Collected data
------------------------------------------------------------
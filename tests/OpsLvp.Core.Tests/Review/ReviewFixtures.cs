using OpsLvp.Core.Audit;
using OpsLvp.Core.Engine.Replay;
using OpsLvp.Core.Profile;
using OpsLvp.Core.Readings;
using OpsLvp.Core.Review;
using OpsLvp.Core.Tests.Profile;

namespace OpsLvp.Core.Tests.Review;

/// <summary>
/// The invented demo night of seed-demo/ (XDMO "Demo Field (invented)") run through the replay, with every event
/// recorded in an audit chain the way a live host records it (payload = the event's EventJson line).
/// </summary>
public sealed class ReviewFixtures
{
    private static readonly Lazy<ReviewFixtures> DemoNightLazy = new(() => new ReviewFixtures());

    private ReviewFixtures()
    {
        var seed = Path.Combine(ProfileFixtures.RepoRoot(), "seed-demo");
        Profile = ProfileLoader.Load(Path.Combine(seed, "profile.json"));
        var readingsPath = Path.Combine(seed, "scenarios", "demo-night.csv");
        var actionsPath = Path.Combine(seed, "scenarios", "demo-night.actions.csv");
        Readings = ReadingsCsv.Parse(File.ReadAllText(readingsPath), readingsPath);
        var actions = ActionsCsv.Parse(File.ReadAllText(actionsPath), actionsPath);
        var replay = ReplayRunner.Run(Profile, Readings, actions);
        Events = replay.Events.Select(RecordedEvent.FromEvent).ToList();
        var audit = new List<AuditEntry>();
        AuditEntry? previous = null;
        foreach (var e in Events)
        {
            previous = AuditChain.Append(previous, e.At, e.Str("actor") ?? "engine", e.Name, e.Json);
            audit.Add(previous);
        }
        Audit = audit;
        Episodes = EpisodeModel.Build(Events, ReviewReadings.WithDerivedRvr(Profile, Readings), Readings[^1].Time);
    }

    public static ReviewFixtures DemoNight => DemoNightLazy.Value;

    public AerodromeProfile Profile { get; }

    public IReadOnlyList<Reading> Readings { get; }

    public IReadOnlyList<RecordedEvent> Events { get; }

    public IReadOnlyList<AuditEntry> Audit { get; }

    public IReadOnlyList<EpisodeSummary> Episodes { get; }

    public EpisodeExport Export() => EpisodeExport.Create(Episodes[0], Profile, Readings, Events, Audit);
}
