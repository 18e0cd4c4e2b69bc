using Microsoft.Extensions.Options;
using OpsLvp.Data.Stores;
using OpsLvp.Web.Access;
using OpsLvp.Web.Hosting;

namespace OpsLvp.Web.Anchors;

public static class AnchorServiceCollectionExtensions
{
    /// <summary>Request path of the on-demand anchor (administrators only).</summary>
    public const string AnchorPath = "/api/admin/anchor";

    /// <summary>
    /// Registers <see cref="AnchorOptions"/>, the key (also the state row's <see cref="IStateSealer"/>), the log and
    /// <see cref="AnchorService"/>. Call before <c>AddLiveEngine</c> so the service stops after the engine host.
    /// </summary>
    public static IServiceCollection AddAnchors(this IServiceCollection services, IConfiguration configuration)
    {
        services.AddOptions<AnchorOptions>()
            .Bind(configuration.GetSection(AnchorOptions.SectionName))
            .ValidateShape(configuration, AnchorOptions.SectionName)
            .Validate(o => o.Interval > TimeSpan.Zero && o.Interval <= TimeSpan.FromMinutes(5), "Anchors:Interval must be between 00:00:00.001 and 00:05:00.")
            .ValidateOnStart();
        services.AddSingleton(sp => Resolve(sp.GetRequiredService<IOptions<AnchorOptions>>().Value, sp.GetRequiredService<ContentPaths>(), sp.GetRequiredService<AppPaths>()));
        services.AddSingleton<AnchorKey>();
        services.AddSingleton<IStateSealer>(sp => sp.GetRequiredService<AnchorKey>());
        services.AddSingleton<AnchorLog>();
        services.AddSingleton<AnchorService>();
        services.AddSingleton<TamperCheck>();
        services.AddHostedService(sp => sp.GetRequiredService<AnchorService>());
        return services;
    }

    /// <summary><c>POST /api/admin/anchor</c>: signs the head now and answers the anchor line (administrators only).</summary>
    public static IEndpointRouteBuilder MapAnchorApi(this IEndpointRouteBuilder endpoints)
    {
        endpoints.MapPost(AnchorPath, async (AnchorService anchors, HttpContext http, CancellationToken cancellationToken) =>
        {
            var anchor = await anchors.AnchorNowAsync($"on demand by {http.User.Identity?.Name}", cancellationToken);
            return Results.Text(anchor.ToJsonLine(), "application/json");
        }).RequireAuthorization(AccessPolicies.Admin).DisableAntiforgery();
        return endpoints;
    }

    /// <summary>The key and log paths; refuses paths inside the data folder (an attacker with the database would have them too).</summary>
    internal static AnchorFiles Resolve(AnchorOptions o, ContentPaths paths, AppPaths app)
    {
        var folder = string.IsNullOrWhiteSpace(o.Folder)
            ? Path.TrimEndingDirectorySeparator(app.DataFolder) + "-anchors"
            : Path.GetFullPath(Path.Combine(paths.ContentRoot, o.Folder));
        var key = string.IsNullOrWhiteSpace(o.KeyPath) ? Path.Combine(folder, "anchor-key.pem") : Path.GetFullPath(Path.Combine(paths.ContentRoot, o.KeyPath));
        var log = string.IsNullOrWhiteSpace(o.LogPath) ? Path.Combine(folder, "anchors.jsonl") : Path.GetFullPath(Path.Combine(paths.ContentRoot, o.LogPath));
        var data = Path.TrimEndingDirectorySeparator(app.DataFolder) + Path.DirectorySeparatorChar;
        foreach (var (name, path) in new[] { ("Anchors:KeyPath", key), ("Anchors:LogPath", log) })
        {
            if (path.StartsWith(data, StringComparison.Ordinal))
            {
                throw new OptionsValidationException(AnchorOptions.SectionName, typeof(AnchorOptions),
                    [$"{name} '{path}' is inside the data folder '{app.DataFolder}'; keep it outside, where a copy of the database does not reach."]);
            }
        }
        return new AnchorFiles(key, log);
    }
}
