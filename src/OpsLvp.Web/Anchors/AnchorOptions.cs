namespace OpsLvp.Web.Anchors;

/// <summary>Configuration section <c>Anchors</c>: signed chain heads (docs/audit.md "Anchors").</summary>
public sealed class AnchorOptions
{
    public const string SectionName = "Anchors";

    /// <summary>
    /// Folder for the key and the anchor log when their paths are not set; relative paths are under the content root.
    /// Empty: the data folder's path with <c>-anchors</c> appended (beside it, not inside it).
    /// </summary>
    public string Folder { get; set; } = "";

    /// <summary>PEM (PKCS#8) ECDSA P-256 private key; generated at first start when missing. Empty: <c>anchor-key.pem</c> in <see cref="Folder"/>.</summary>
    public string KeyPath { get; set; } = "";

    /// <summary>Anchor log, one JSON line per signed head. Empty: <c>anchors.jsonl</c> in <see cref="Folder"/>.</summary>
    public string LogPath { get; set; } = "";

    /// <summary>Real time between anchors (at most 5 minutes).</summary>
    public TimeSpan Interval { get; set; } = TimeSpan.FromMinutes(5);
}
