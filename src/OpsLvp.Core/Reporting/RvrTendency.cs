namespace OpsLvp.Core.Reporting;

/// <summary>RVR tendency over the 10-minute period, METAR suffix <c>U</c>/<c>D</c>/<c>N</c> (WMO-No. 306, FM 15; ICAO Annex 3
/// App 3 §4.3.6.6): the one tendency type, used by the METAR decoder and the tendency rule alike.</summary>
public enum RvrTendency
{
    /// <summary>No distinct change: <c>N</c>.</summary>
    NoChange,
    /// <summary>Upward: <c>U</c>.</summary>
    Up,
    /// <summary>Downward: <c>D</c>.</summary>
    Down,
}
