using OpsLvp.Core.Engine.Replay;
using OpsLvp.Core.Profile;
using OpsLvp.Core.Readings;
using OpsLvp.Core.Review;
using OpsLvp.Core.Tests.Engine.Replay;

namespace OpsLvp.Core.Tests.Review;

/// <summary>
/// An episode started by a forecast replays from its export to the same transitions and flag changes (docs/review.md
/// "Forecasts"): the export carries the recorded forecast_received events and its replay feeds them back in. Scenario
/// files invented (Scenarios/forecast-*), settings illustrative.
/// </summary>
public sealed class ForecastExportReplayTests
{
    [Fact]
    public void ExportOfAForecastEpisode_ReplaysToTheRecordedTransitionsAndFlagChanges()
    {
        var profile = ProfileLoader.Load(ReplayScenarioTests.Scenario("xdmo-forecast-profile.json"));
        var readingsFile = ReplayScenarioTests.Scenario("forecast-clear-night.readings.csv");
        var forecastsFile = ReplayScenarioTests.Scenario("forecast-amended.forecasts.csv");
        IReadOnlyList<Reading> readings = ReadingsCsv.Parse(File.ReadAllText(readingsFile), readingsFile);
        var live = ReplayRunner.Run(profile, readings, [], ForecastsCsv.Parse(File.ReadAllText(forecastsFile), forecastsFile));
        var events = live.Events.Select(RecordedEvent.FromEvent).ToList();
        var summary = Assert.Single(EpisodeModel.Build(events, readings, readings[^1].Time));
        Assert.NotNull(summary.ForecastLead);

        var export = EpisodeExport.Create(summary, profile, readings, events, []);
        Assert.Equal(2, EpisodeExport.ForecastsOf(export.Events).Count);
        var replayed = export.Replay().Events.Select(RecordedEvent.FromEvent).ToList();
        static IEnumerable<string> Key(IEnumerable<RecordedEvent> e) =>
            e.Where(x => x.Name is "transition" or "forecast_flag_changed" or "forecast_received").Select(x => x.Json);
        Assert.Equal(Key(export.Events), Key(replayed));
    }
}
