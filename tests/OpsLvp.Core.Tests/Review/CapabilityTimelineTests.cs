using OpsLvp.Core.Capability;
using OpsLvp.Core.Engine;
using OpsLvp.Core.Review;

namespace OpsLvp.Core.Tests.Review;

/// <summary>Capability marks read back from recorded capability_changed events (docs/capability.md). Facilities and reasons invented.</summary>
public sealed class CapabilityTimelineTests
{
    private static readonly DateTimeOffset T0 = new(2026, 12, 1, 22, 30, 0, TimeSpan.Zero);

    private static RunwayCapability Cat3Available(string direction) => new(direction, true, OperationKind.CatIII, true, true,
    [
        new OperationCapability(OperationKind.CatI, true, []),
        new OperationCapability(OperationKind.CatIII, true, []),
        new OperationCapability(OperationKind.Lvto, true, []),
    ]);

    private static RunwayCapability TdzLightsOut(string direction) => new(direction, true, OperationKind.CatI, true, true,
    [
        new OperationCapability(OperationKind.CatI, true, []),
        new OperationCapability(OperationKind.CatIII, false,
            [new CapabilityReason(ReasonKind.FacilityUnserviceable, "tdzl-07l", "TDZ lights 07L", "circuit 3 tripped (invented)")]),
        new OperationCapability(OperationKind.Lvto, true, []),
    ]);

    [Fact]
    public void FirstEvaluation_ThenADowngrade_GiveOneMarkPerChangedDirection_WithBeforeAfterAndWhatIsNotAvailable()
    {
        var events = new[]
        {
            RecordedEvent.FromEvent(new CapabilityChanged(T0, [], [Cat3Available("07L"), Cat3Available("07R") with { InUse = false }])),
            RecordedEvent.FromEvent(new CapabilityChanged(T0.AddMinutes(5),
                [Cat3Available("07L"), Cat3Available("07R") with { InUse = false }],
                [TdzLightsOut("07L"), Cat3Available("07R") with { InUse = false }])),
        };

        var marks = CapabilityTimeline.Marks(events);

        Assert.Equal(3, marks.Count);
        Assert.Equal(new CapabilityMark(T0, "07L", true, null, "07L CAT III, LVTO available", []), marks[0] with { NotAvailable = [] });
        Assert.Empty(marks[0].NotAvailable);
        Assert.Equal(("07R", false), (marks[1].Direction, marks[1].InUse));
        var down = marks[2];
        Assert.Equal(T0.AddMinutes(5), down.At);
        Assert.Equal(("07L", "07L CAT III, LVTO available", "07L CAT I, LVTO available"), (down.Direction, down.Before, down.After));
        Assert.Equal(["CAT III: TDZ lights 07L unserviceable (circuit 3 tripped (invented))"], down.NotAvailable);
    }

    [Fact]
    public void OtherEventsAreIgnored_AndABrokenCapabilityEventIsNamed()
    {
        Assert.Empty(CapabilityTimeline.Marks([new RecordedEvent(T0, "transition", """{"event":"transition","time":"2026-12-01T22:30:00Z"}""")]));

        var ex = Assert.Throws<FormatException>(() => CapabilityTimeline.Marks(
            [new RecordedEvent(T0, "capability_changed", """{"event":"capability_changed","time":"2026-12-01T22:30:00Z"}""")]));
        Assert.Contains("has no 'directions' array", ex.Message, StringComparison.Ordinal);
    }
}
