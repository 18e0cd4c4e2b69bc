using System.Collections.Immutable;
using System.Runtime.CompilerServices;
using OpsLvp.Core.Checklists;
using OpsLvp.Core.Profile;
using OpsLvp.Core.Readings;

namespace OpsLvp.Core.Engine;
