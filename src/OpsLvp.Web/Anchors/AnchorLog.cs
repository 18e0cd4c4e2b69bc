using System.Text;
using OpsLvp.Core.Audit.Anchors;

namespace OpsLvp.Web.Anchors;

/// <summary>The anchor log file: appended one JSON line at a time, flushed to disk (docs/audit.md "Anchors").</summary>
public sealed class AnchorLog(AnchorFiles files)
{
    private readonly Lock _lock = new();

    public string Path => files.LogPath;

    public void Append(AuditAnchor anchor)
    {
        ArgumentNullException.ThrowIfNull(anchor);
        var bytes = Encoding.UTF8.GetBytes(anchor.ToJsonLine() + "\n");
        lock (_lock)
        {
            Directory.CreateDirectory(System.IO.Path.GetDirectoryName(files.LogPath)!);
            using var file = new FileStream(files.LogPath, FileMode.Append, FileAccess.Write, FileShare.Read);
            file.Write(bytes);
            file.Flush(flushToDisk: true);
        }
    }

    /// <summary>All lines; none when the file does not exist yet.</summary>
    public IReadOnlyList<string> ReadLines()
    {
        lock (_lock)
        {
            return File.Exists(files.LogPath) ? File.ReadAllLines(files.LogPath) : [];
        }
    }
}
------------------------------------------------------------
**Activity**
From the entries above, print the lines beginning at the one with "using Microsoft.Extensions.Options;" and stopping after the one with "line (administrators only).</summary>", exactly as written and with nothing else.

**Solution for this task**
using Microsoft.Extensions.Options;
using OpsLvp.Data.Stores;
using OpsLvp.Web.Access;
using OpsLvp.Web.Hosting;

namespace OpsLvp.Web.Anchors;

public static class AnchorServiceCollectionExtensions
{
    /// <summary>Request path of the on-demand anchor (administrators only).</summary>
    public const string AnchorPath = "/api/admin/anchor";

    /// <summary>
    /// Registers <see cref="AnchorOptions"/>, the key (also the state row's <see cref="IStateSealer"/>), the log and
    /// <see cref="AnchorService"/>. Call before <c>AddLiveEngine</c> so the service stops after the engine host.
    /// </summary>
    public static IServiceCollection AddAnchors(this IServiceCollection services, IConfiguration configuration)
    {
        services.AddOptions<AnchorOptions>()
            .Bind(configuration.GetSection(AnchorOptions.SectionName))
            .ValidateShape(configuration, AnchorOptions.SectionName)
            .Validate(o => o.Interval > TimeSpan.Zero && o.Interval <= TimeSpan.FromMinutes(5), "Anchors:Interval must be between 00:00:00.001 and 00:05:00.")
            .ValidateOnStart();
        services.AddSingleton(sp => Resolve(sp.GetRequiredService<IOptions<AnchorOptions>>().Value, sp.GetRequiredService<ContentPaths>(), sp.GetRequiredService<AppPaths>()));
        services.AddSingleton<AnchorKey>();
        services.AddSingleton<IStateSealer>(sp => sp.GetRequiredService<AnchorKey>());
        services.AddSingleton<AnchorLog>();
        services.AddSingleton<AnchorService>();
        services.AddSingleton<TamperCheck>();
        services.AddHostedService(sp => sp.GetRequiredService<AnchorService>());
        return services;
    }

    /// <summary><c>POST /api/admin/anchor</c>: signs the head now and answers the anchor line (administrators only).</summary>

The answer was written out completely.